Other scenarios may necessitate individualized interventions. For example, in the presence of prior EVAR, bypass procedures such as gastrojejunostomy have been utilized to relieve obstruction [13]. In selected cases, a conservative approach may be more appropriate, particularly in malnourished or frail patients, where the risks of surgery outweigh potential benefits [14]. The long-term role of EVAR in managing aortoduodenal syndrome remains unclear, particularly regarding the timeline for sac regression and relief of compression.
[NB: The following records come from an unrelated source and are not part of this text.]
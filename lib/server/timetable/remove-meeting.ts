import 'server-only';
import { and, eq } from 'drizzle-orm';
import { meeting } from '@/db/schema/workshop';
import { ok, type Result } from '@/lib/domain/shared/result';
import type { RemoveMeetingInput } from '@/lib/schemas/meeting';
import { writeAudit } from '../audit/write-audit';
import { loadProgramme } from '../camps/load-programme';
import { ownCamp } from '../camps/own-camp';
import { inTransaction } from '../db';
import { type Refusal, refuse } from '../errors';
import type { Context } from '../ladder';
import { saySlot, titleOf } from './say-slot';

/** Takes a meeting off the timetable; its workshop stays and waits among the unplaced. */
export function removeMeeting(
  { campId, meetingId, updatedAt }: RemoveMeetingInput,
  { actor, now }: Pick<Context, 'actor' | 'now'>,
): Result<null, Refusal> {
  return inTransaction((tx) => {
    const programme = ownCamp(actor, campId, 'timetable.edit', tx) && loadProgramme(campId);
    const row = programme?.meetings.find(({ id }) => id === meetingId);
    if (!programme || !row) return refuse('not_found');
    if (row.updatedAt !== updatedAt)
      return refuse('stale', {
        sentence: `Someone changed ${titleOf(programme, row)} since you opened this page: it is now ${saySlot(programme, row)}. Load the page again.`,
      });
    tx.delete(meeting)
      .where(and(eq(meeting.id, meetingId), eq(meeting.campId, campId)))
      .run();
    writeAudit(tx, {
      organisationId: programme.camp.organisationId,
      campId,
      actorUserId: actor.user?.id ?? null,
      action: 'meeting.remove',
      subjectId: meetingId,
      sentence: `Took ${titleOf(programme, row)} off the timetable: ${saySlot(programme, row)}.`,
      now,
    });
    return ok(null);
  });
}
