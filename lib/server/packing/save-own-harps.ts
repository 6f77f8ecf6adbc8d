import 'server-only';
import { eq } from 'drizzle-orm';
import type { z } from 'zod';
import { registrationHarp } from '@/db/schema/order';
import { ownedHarpIds } from '@/lib/domain/harp/owned-harp-ids';
import { ok, type Result } from '@/lib/domain/shared/result';
import type { ownHarpsSchema } from '@/lib/schemas/booking';
import { inTransaction } from '../db';
import { type Refusal, refuse } from '../errors';

/** Replaces the harps an attendee owns; their packing list follows at once. None is an answer too. */
export function saveOwnHarps(input: z.output<typeof ownHarpsSchema>): Result<null, Refusal> {
  if (input.intent === 'add' && input.addKey === undefined)
    return refuse('bad_input', { fields: { addKey: ['Choose the key of the harp to add.'] } });
  const { registrationId } = input;
  const harpIds = ownedHarpIds(input);
  return inTransaction((tx) => {
    tx.delete(registrationHarp).where(eq(registrationHarp.registrationId, registrationId)).run();
    if (harpIds.length > 0)
      tx.insert(registrationHarp)
        .values(harpIds.map((harpId) => ({ registrationId, harpId })))
        .run();
    return ok(null);
  });
}
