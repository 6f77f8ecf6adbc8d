import { beforeEach, expect, test } from 'vitest';
import { registrationWorkshop } from '@/db/schema/order';
import { meeting } from '@/db/schema/workshop';
import type { WorkshopInput } from '@/lib/schemas/workshop';
import { loadProgramme } from '@/lib/server/camps/load-programme';
import { rowMark } from '@/lib/server/camps/row-mark';
import { deleteInstructor } from '@/lib/server/instructors/delete-instructor';
import { deleteRoom } from '@/lib/server/rooms/delete-room';
import { deleteTrack } from '@/lib/server/tracks/delete-track';
import { saveTrack } from '@/lib/server/tracks/save-track';
import { deleteWorkshop } from '@/lib/server/workshops/delete-workshop';
import { saveWorkshop } from '@/lib/server/workshops/save-workshop';
import { buildCamp, NOW } from '../../builders/build-camp';
import { buildRegistration } from '../../builders/build-registration';
import { buildUser } from '../../builders/build-user';
import { buildWorkshop } from '../../builders/build-workshop';
import { staff } from '../../builders/staff';
import { useTestDatabase } from '../../setup/test-database';

const held = useTestDatabase();
const context = { actor: staff('organiser'), now: NOW };
const INPUT: WorkshopInput = {
  campId: 'cmp_1',
  title: 'Train songs',
  description: '',
  kind: 'technique',
  audience: 'core',
  lengthMinutes: 75,
  capacity: null,
  trackIds: ['trk_1a'],
  instructorIds: ['ins_1a', 'ins_1a'],
  needs: [
    {
      level: 'required',
      anyOf: [
        {
          by: 'song',
          songKey: { tonic: 'E', minor: false },
          position: 2,
          tuning: 'richter',
          register: 'standard',
        },
      ],
    },
    {
      level: 'helpful',
      anyOf: [{ by: 'harp', labelKey: 'F', tuning: 'richter', register: 'low' }],
      note: 'for the end',
    },
  ],
};
const own = (id: string) => loadProgramme('cmp_1')?.workshops.find((row) => row.id === id);
const place = (
  workshopId: `wsh_${string}`,
  id: `mtg_${string}`,
  starts: string,
  roomId: `rom_${string}` = 'rom_1b',
) =>
  held.db
    .insert(meeting)
    .values({
      id,
      campId: 'cmp_1',
      workshopId,
      roomId,
      day: '2026-06-09',
      starts,
      lengthMinutes: 75,
      updatedAt: NOW,
    })
    .run();

beforeEach(() => {
  buildCamp(held.db);
  buildUser(held.db, { id: 'usr_organiser', roles: ['organiser'] });
});

test('a workshop keeps its tracks, instructors once each, and its harps in order; saving again replaces them', () => {
  const made = saveWorkshop(INPUT, context);
  if (!made.ok) throw new Error('refused');
  const id = made.value.workshopId;
  expect(own(id)).toMatchObject({ trackIds: ['trk_1a'], instructorIds: ['ins_1a'], needs: INPUT.needs });
  saveWorkshop(
    { ...INPUT, workshopId: id, audience: 'elective', capacity: 8, needs: [], instructorIds: [] },
    context,
  );
  // The ticked track of a former core workshop means nothing for an elective.
  expect(own(id)).toMatchObject({
    audience: 'elective',
    capacity: 8,
    trackIds: [],
    instructorIds: [],
    needs: [],
  });
});

test('an instructor who teaches elsewhere at that time is refused in words, and nothing is changed', () => {
  buildWorkshop(held.db, {
    id: 'wsh_1a',
    title: 'Single notes',
    trackIds: ['trk_1a'],
    instructorIds: ['ins_1a'],
  });
  buildWorkshop(held.db, { id: 'wsh_1b', title: 'Bends', trackIds: ['trk_1b'] });
  place('wsh_1a', 'mtg_1', '09:30');
  place('wsh_1b', 'mtg_2', '09:30', 'rom_1a');
  const before = JSON.stringify(loadProgramme('cmp_1'));
  const refused = saveWorkshop({ ...INPUT, workshopId: 'wsh_1b', trackIds: ['trk_1b'] }, context);
  expect(!refused.ok && refused.error.sentence).toMatch(/Ana Teixeira teaches/);
  expect(JSON.stringify(loadProgramme('cmp_1'))).toBe(before);
  // A clash that was there before does not lock the form.
  place('wsh_1b', 'mtg_3', '09:45', 'rom_1a');
  expect(
    saveWorkshop({ ...INPUT, workshopId: 'wsh_1b', trackIds: ['trk_1b'], instructorIds: [] }, context).ok,
  ).toBe(true);
});

test('an elective that players chose stays one, with room for them', () => {
  buildWorkshop(held.db, { id: 'wsh_1a', audience: 'elective', capacity: 8 });
  for (const code of ['1', '2']) {
    const { registrationId } = buildRegistration(held.db, {
      campId: 'cmp_1',
      organisationId: 'org_1',
      trackId: 'trk_1a',
      code,
    });
    held.db.insert(registrationWorkshop).values({ registrationId, workshopId: 'wsh_1a' }).run();
  }
  const save = (more: Partial<WorkshopInput>) => {
    const result = saveWorkshop({ ...INPUT, workshopId: 'wsh_1a', audience: 'elective', ...more }, context);
    return result.ok ? null : result.error.fields;
  };
  expect(save({ capacity: 1 })?.capacity?.[0]).toMatch(/1 is less than the 2/);
  expect(save({ audience: 'core' })?.audience?.[0]).toMatch(/2 players have chosen it/);
  expect(save({ capacity: 2 })).toBeNull();
  expect(deleteWorkshop({ campId: 'cmp_1', workshopId: 'wsh_1a' }, context)).toMatchObject({
    error: { code: 'in_use' },
  });
});

test('what is used is not deleted, and says by what', () => {
  buildWorkshop(held.db, {
    id: 'wsh_1a',
    title: 'Single notes',
    trackIds: ['trk_1b'],
    instructorIds: ['ins_1a'],
  });
  place('wsh_1a', 'mtg_1', '09:30');
  buildRegistration(held.db, {
    campId: 'cmp_1',
    organisationId: 'org_1',
    trackId: 'trk_1a',
    state: 'cancelled',
  });
  const said = (result: { ok: boolean; error?: { sentence?: string } }) => result.error?.sentence ?? '';
  expect(said(deleteTrack({ campId: 'cmp_1', trackId: 'trk_1a' }, context))).toMatch(
    /1 registration names it, cancelled/,
  );
  expect(said(deleteTrack({ campId: 'cmp_1', trackId: 'trk_1b' }, context))).toMatch(
    /Single notes comes with it/,
  );
  expect(said(deleteRoom({ campId: 'cmp_1', roomId: 'rom_1b' }, context))).toMatch(
    /1 meeting is placed there/,
  );
  expect(said(deleteInstructor({ campId: 'cmp_1', instructorId: 'ins_1a' }, context))).toMatch(
    /teach Single notes/,
  );
  expect(said(deleteWorkshop({ campId: 'cmp_1', workshopId: 'wsh_1a' }, context))).toMatch(
    /1 meeting in the timetable/,
  );
  expect(deleteRoom({ campId: 'cmp_1', roomId: 'rom_1a' }, context).ok).toBe(true);
});

test('a track never gets fewer places than are taken', () => {
  for (const code of ['1', '2'])
    buildRegistration(held.db, { campId: 'cmp_1', organisationId: 'org_1', trackId: 'trk_1a', code });
  const track = {
    campId: 'cmp_1',
    trackId: 'trk_1a',
    name: 'A',
    level: 'start',
    gate: '',
    price: '',
  } as const;
  expect(saveTrack({ ...track, capacity: 1 }, context)).toMatchObject({
    error: { fields: { capacity: [expect.stringMatching(/1 is less than the 2/)] } },
  });
  expect(saveTrack({ ...track, capacity: 2 }, context).ok).toBe(true);
});

test('a form opened before somebody else saved is refused as stale, for a workshop and for a track', () => {
  buildWorkshop(held.db, { id: 'wsh_1a', title: 'Single notes', trackIds: ['trk_1a'] });
  const input = { ...INPUT, workshopId: 'wsh_1a' as const, trackIds: ['trk_1a' as const], instructorIds: [] };
  const seen = rowMark(own('wsh_1a'));
  expect(saveWorkshop({ ...input, seen, title: 'First' }, context).ok).toBe(true);
  expect(saveWorkshop({ ...input, seen, title: 'Second' }, context)).toMatchObject({
    error: { code: 'stale' },
  });
  // Harps are part of what the form shows.
  const again = rowMark(own('wsh_1a'));
  expect(saveWorkshop({ ...input, title: 'First', needs: [] }, context).ok).toBe(true);
  expect(saveWorkshop({ ...input, seen: again, title: 'Third' }, context).ok).toBe(false);
  expect(own('wsh_1a')?.title).toBe('First');

  const row = {
    campId: 'cmp_1',
    trackId: 'trk_1a',
    level: 'start',
    gate: '',
    price: '',
    capacity: 9,
  } as const;
  const mark = rowMark(loadProgramme('cmp_1')?.tracks[0]);
  expect(saveTrack({ ...row, name: 'A', seen: mark }, context).ok).toBe(true);
  expect(saveTrack({ ...row, name: 'B', seen: mark }, context)).toMatchObject({ error: { code: 'stale' } });
});

test('a new length says how many meetings in the timetable keep their own', () => {
  buildWorkshop(held.db, { id: 'wsh_1a', title: 'Single notes', trackIds: ['trk_1a'] });
  place('wsh_1a', 'mtg_1', '09:30');
  const save = (lengthMinutes: number) =>
    saveWorkshop({ ...INPUT, workshopId: 'wsh_1a', instructorIds: [], lengthMinutes }, context);
  expect(save(75)).toMatchObject({ value: { keptLength: 0 } });
  expect(save(60)).toMatchObject({ value: { keptLength: 1 } });
});
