import type { ReactNode } from 'react';

/** Fields that belong together, under a heading of their own. */
export function FieldGroup({ title, children }: { title: string; children: ReactNode }) {
  return (
    <fieldset className="grid gap-6 border-t-2 border-ink pt-4 first-of-type:border-t-0 first-of-type:pt-0">
      <legend className="float-left mb-2 w-full font-head text-h3 font-bold">{title}</legend>
      <div className="clear-both grid gap-6">{children}</div>
    </fieldset>
  );
}
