import 'server-only';
import { eq } from 'drizzle-orm';
import { registration } from '@/db/schema/order';
import type { RegistrationId } from '@/lib/domain/shared/ids';
import { ok, type Result } from '@/lib/domain/shared/result';
import { inTransaction } from '../db';
import { type Refusal, refuse } from '../errors';
import { enqueueMail } from '../mail/enqueue-mail';

/** Mails an attendee their packing list as it stands, to their own address whoever asked. */
export function mailPackingList(registrationId: RegistrationId, now: number): Result<null, Refusal> {
  return inTransaction((tx) => {
    const person = tx
      .select({
        name: registration.attendeeName,
        email: registration.attendeeEmail,
        state: registration.state,
      })
      .from(registration)
      .where(eq(registration.id, registrationId))
      .get();
    if (person?.state !== 'confirmed')
      return refuse('not_found', { sentence: 'There is a packing list to mail once the place is paid.' });
    enqueueMail(tx, {
      kind: 'packing-list',
      toName: person.name,
      toEmail: person.email,
      payload: { registrationId },
      now,
    });
    return ok(null);
  });
}
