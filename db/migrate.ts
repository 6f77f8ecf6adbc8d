import { existsSync, readFileSync } from 'node:fs';
import { join } from 'node:path';
import { sql } from 'drizzle-orm';
import { migrate } from 'drizzle-orm/better-sqlite3/migrator';
import type { Db } from './client';

const folder = () => join(process.cwd(), 'db', 'migrations');

/** Brings the tables up to date; does nothing where they are. */
export function migrateDatabase(db: Db): void {
  migrate(db, { migrationsFolder: folder() });
}

/** How many migrations the code has that the database lacks; throws when the database does not answer. */
export function pendingMigrations(db: Db): number {
  const journal = join(folder(), 'meta', '_journal.json');
  if (!existsSync(journal)) throw new Error('The migrations folder is missing');
  const known = (JSON.parse(readFileSync(journal, 'utf8')) as { entries: unknown[] }).entries.length;
  const table = db.get<{ n: number }>(
    sql`select count(*) as n from sqlite_master where type = 'table' and name = '__drizzle_migrations'`,
  );
  if (!table?.n) return known;
  const applied = db.get<{ n: number }>(sql`select count(*) as n from __drizzle_migrations`)?.n ?? 0;
  return Math.max(0, known - applied);
}
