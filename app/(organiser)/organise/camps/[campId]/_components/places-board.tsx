import { TenHoleStrip } from '@/components/harp/ten-hole-strip';
import type { Scarce } from '@/lib/domain/camp/scarcest-first';

/** Places left, what runs out first on top and large. */
export function PlacesBoard({ scarce }: { scarce: readonly Scarce[] }) {
  const [first, ...rest] = scarce;
  if (!first) return null;
  return (
    <>
      <div className="max-w-xl">
        <p className="font-semibold">{first.name} runs out first</p>
        <TenHoleStrip
          mode="places"
          left={first.places.left}
          of={first.places.capacity}
          what={first.name}
          className="my-2"
        />
        <PlacesLine {...first} />
      </div>
      {rest.length > 0 && (
        <ul className="mt-6 grid gap-x-10 gap-y-4 sm:grid-cols-2 xl:grid-cols-3">
          {rest.map((row) => (
            <li key={`${row.kind}-${row.name}`} className="border-t border-line pt-2">
              <p className="break-words">{row.name}</p>
              <TenHoleStrip
                mode="places"
                left={row.places.left}
                of={row.places.capacity}
                what={row.name}
                className="my-1 max-w-60"
              />
              <PlacesLine {...row} />
            </li>
          ))}
        </ul>
      )}
    </>
  );
}

const PlacesLine = ({ places }: Pick<Scarce, 'places'>) => (
  <p className="text-small text-soft">
    <span className="figures text-ink">{places.left}</span> left ·{' '}
    <span className="figures">{places.taken}</span> of <span className="figures">{places.capacity}</span>{' '}
    taken
  </p>
);
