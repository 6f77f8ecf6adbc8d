import { mkdirSync } from 'node:fs';
import { dirname } from 'node:path';
import Database from 'better-sqlite3';
import { drizzle } from 'drizzle-orm/better-sqlite3';
import * as account from './schema/account';
import * as audit from './schema/audit';
import * as background from './schema/background';
import * as camp from './schema/camp';
import * as door from './schema/door';
import * as mail from './schema/mail';
import * as money from './schema/money';
import * as order from './schema/order';
import * as organisation from './schema/organisation';
import * as workshop from './schema/workshop';

const schema = {
  ...account,
  ...audit,
  ...background,
  ...camp,
  ...door,
  ...mail,
  ...money,
  ...order,
  ...organisation,
  ...workshop,
};

/**
 * Opens the database file (made when absent; tables come by `migrateDatabase`).
 * WAL with `synchronous=FULL`: an acknowledged write is on disk, which NORMAL does not promise after a power cut.
 */
export function openDatabase(file: string) {
  mkdirSync(dirname(file), { recursive: true });
  const sqlite = new Database(file, { timeout: 10_000 });
  sqlite.pragma('journal_mode = WAL');
  sqlite.pragma('synchronous = FULL');
  sqlite.pragma('foreign_keys = ON');
  return drizzle(sqlite, { schema });
}

export type Db = ReturnType<typeof openDatabase>;
/** What a transaction's callback gets; a use-case that takes `Tx | Db` works in both. */
export type Tx = Parameters<Parameters<Db['transaction']>[0]>[0];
More data are needed to assess how aneurysm type (saccular vs. fusiform) and anatomical configuration influence clinical outcomes.
Conclusion
Aortoduodenal syndrome is an uncommon but clinically significant condition that should be recognized as distinct from SMA syndrome. It predominantly affects elderly patients and should be considered in the differential diagnosis of gastric outlet obstruction when an AAA is present. The high morbidity associated with this syndrome often stems from secondary complications such as aspiration pneumonia, acute kidney injury, and profound metabolic derangements. Prompt diagnosis and coordinated multidisciplinary intervention are crucial to reducing morbidity and optimizing clinical outcomes.
Conflict of interest statement
None declared.
Funding
The authors have not declared a specific grant for this research from any funding agency in the public, commercial, or not-for-profit sectors.
Data availability
No data were used for the research described in the article.
Ethical approval
All the data of this study were taken from the medical records of the patient. This report does not contain any personal information that could lead to the identification of the patient. Therefore, it is exempted from ethical approval.
Patient consent
Written informed consent was obtained from the patient’s legal guardian for publication of this case report and accompanying images. A copy of the written consent is available for review by the Editor-in-Chief of this journal on request.
Provenance and peer review
Not commissioned, externally peer-reviewed.